I ran across this post on running Whisper WebUI under Docker a while back and had it up and running for a while. Something broke in a recent release, though, and I tend to prefer command-line tools for things, so I went looking for alternatives.
The tools Whisper WebUI runs under the hood have command-line equivalents available. In particular, there’s insanely-fast-whisper-cli.

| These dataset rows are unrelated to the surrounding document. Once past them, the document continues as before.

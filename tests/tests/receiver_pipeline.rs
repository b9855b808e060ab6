//! The receiver end to end on synthetic coil signals, and its invariants.

use proptest::prelude::*;
use undertone_dsp::detect::input::InputScale;
use undertone_dsp::field::Source;
use undertone_dsp::locate::components::FieldVector;
use undertone_dsp::phasor::Phasor;
use undertone_dsp::{Beacon, DetectorSettings, Head, Receiver, ReceiverSettings, C32};
use undertone_tests::Noise;

fn settings() -> ReceiverSettings<4> {
    let mut input = InputScale::<4>::unity(24);
    input.full_scale = 1.0;
    ReceiverSettings::new(DetectorSettings::new(48_000.0, Beacon::Hz512), input, Head::reference4())
}

/// Coil readings (T) scaled so the strongest is `peak` of full scale.
fn run_station(rx: &mut Receiver<4>, readings: [f32; 4], seconds: f32, noise_sd: f64, seed: u64) -> undertone_dsp::Readout<4> {
    let fs = 48_000.0f64;
    let w = 2.0 * std::f64::consts::PI * 512.0 / fs;
    let mut noise = Noise::new(seed, noise_sd);
    let mut last = None;
    for n in 0..(seconds as f64 * fs) as usize {
        let c = (w * n as f64 + 0.4).cos();
        let f = [0, 1, 2, 3].map(|i| (readings[i] as f64 * c + noise.sample()) as f32);
        if let Some(r) = rx.push(&f) {
            last = Some(r);
        }
    }
    last.unwrap()
}

#[test]
fn over_the_sonde_the_receiver_reads_its_depth() {
    let head = Head::reference4();
    for h in [0.8f32, 1.5, 3.0] {
        let src = Source::Dipole { moment_am2: [1.0, 0.0, 0.0], pos_m: [0.0, 0.0, -h] };
        let r = head.readings(&src, [0.0; 3], 0.0);
        let k = 0.3 / r[0].abs();
        let rd = [r[0] * k, r[1] * k, r[2] * k, r[3] * k];
        let mut rx = Receiver::new(settings()).unwrap();
        let out = run_station(&mut rx, rd, 3.0, 1e-4, 1);
        let d = out.gradient;
        assert!(d.is_valid(), "h={h}: {out:?}");
        assert!((d.depth_m - h).abs() < 3.0 * d.sigma_m.max(1e-3 * h), "h={h}: {d:?}");
        assert!((out.strength - 0.3).abs() < 1e-3);
    }
}

#[test]
fn guidance_points_to_the_sonde_along_its_axis() {
    let head = Head::reference4();
    let h = 1.5f32;
    // Sonde 0.4 m ahead (+x) of the receiver, then 0.4 m behind.
    for (x_sonde, want) in [(0.4f32, 1i8), (-0.4, -1)] {
        let src = Source::Dipole { moment_am2: [1.0, 0.0, 0.0], pos_m: [x_sonde, 0.0, -h] };
        let r = head.readings(&src, [0.0; 3], 0.0);
        let k = 0.3 / r[0].abs();
        let mut rx = Receiver::new(settings()).unwrap();
        let out = run_station(&mut rx, r.map(|v| v * k), 2.0, 1e-5, 2);
        assert_eq!(out.guidance.direction, want, "{:?}", out.guidance);
        assert!(out.gradient.invalid.is_some(), "off the peak: no gradient depth");
    }
}

#[test]
fn gain_requests_and_rescaling_keep_readouts_continuous() {
    let head = Head::reference4();
    let src = Source::Dipole { moment_am2: [1.0, 0.0, 0.0], pos_m: [0.0, 0.0, -1.0] };
    let r = head.readings(&src, [0.0; 3], 0.0);
    let k = 0.9 / r[0].abs();
    let mut rx = Receiver::new(settings()).unwrap();
    let out = run_station(&mut rx, r.map(|v| v * k), 1.5, 0.0, 3);
    let g = out.gain_request.expect("0.9 of full scale asks for less gain");
    assert_eq!((g.channel, g.up), (0, false));
    let before = out.phasors[0].magnitude();
    // The firmware halves channel 0's gain: codes halve, the receiver rescales.
    rx.apply_gain_change(0, 0.5).unwrap();
    let rd = [r[0] * k * 0.5, r[1] * k, r[2] * k, r[3] * k];
    let out = run_station(&mut rx, rd, 0.5, 0.0, 4);
    assert!((out.phasors[0].magnitude() / before - 1.0).abs() < 1e-3, "{} vs {before}", out.phasors[0].magnitude());
}

fn phasor() -> impl Strategy<Value = C32> {
    let v = prop_oneof![Just(f32::NAN), Just(f32::INFINITY), Just(0.0f32), Just(1e30f32), Just(-1e-30f32), -10.0f32..10.0];
    (v.clone(), v).prop_map(|(a, b)| C32::new(a, b))
}

proptest! {
    #![proptest_config(ProptestConfig { cases: 256, .. ProptestConfig::default() })]

    #[test]
    fn locate_never_emits_non_finite(p in prop::array::uniform4(phasor()), s in prop::array::uniform4(prop_oneof![Just(0.0f32), Just(f32::NAN), 0.0f32..1.0])) {
        let mut rx = Receiver::new(settings()).unwrap();
        for _ in 0..3 {
            let d = undertone_dsp::Detection::<4> { sample_index: 0, t_s: 0.0, phasors: p, noise_sigma: s, stats: Default::default(), freq_offset_hz: 0.0, flags: Default::default() };
            let r = rx.locate(&d);
            prop_assert!(r.strength.is_finite() && r.strength_db.is_finite() && r.bearing_deg.is_finite());
            prop_assert!(r.guidance.vertical_ratio.is_finite());
            for e in [r.gradient, r.known_moment] {
                prop_assert!(e.depth_m.is_finite() && e.sigma_m.is_finite());
            }
        }
    }

    #[test]
    fn results_invariant_to_amplitude_and_global_sign(
        yaw in -1.5f32..1.5, h in 0.3f32..6.0, x in -2.0f32..2.0, phase in -3.0f32..3.0, k in 1e-3f32..1e3, flip in any::<bool>()
    ) {
        let head = Head::reference4();
        let src = Source::Dipole { moment_am2: [yaw.cos(), yaw.sin(), 0.0], pos_m: [x, 0.0, -h] };
        let r = head.readings(&src, [0.0; 3], 0.0);
        let base: [C32; 4] = r.map(|v| undertone_dsp::phasor::unit(phase).scale(v * 1e7));
        let sgn = if flip { -k } else { k };
        let other: [C32; 4] = base.map(|p| p.scale(sgn));
        let sig = [1e-3f32; 4];
        let f1 = FieldVector::from_phasors(&head, &base, &sig);
        let f2 = FieldVector::from_phasors(&head, &other, &sig.map(|s| s * k));
        prop_assert!((f1.bearing_rad - f2.bearing_rad).abs() < 1e-4 || (f1.horizontal < 1e-6));
        prop_assert!((f1.vertical_ratio() - f2.vertical_ratio()).abs() < 1e-3 * (1.0 + f1.vertical_ratio().abs()));
        let mut a = Receiver::new(settings()).unwrap();
        let mut b = Receiver::new(settings()).unwrap();
        let d = |p: [C32; 4], s: [f32; 4]| undertone_dsp::Detection::<4> { sample_index: 0, t_s: 0.0, phasors: p, noise_sigma: s, stats: Default::default(), freq_offset_hz: 0.0, flags: Default::default() };
        let (ra, rb) = (a.locate(&d(base, sig)), b.locate(&d(other, sig.map(|s| s * k))));
        prop_assert_eq!(ra.gradient.invalid, rb.gradient.invalid);
        if ra.gradient.is_valid() {
            prop_assert!((ra.gradient.depth_m - rb.gradient.depth_m).abs() < 1e-3 * ra.gradient.depth_m);
        }
        prop_assert_eq!(ra.state, rb.state);
    }

    #[test]
    fn bearing_follows_a_rotation_of_the_head(heading in -1.4f32..1.4, h in 0.5f32..4.0) {
        // Turning the receiver by ψ over a sonde along x turns the bearing by −ψ.
        let head = Head::reference4();
        let src = Source::Dipole { moment_am2: [1.0, 0.0, 0.0], pos_m: [0.0, 0.0, -h] };
        let r = head.readings(&src, [0.0; 3], heading);
        let p = r.map(|v| C32::new(v * 1e7, 0.0));
        let f = FieldVector::from_phasors(&head, &p, &[1e-6; 4]);
        prop_assert!((f.bearing_rad + heading).abs() < 1e-3, "{} vs {}", f.bearing_rad, -heading);
    }
}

Getting it running wasn’t particularly difficult…if anything, it was easier than getting GPU compute running within Docker containers:
git clone https://github.com/ochen1/insanely-fast-whisper-cli
sudo mv insanely-fast-whisper-cli /opt
sudo chown -R $(whoami) /opt/insanely-fast-whisper-cli
python -m venv /opt/insanely-fast-whisper-cli
source /opt/insanely-fast-whisper-cli/bin/activate
pip install -r requirements.txt
pip install torch==2.7.0 torchvision==0.22.0 torchaudio==2.7.0 --index-url https://download.pytorch.org/whl/cu126
cat <<EOF | sudo tee /usr/local/bin/whisper-cli
#!/usr/bin/env bash
source /opt/insanely-fast-whisper-cli/bin/activate
python /opt/insanely-fast-whisper-cli/insanely-fast-whisper.py "$@"
EOF
sudo chmod +x /usr/local/bin/whisper-cli
This uses a downgraded torch (v2.7.0) that I need to use whisper-cli with my GeForce GTX 1070. If you have a newer card, you can probably leave out the pip install torch==2.7.0...
bit.
Once all this is in place, you can then use something like whisper-cli foo.avi
to produce foo.srt.
You might find sometimes that background music confuses Whisper. There’s another tool for that: vocal. Installation is even simpler:
sudo mkdir /opt/vocal
sudo chown -R $(whoami) /opt/vocal
python -m venv /opt/vocal
source /opt/vocal/bin/activate
pip install vocal
pip install torch==2.7.0 torchvision==0.22.0 torchaudio==2.7.0 --index-url https://download.pytorch.org/whl/cu126
cat <<EOF | sudo tee /usr/local/bin/vocali
#!/usr/bin/env bash
source /opt/vocal/bin/activate
vocali "$@"
EOF
sudo chmod +x /usr/local/bin/vocali
vocali -i in.mkv -o in.mp3
will produce a file with all of the background music stripped out. Vocals will be retained, as will anything spoken in a normal voice.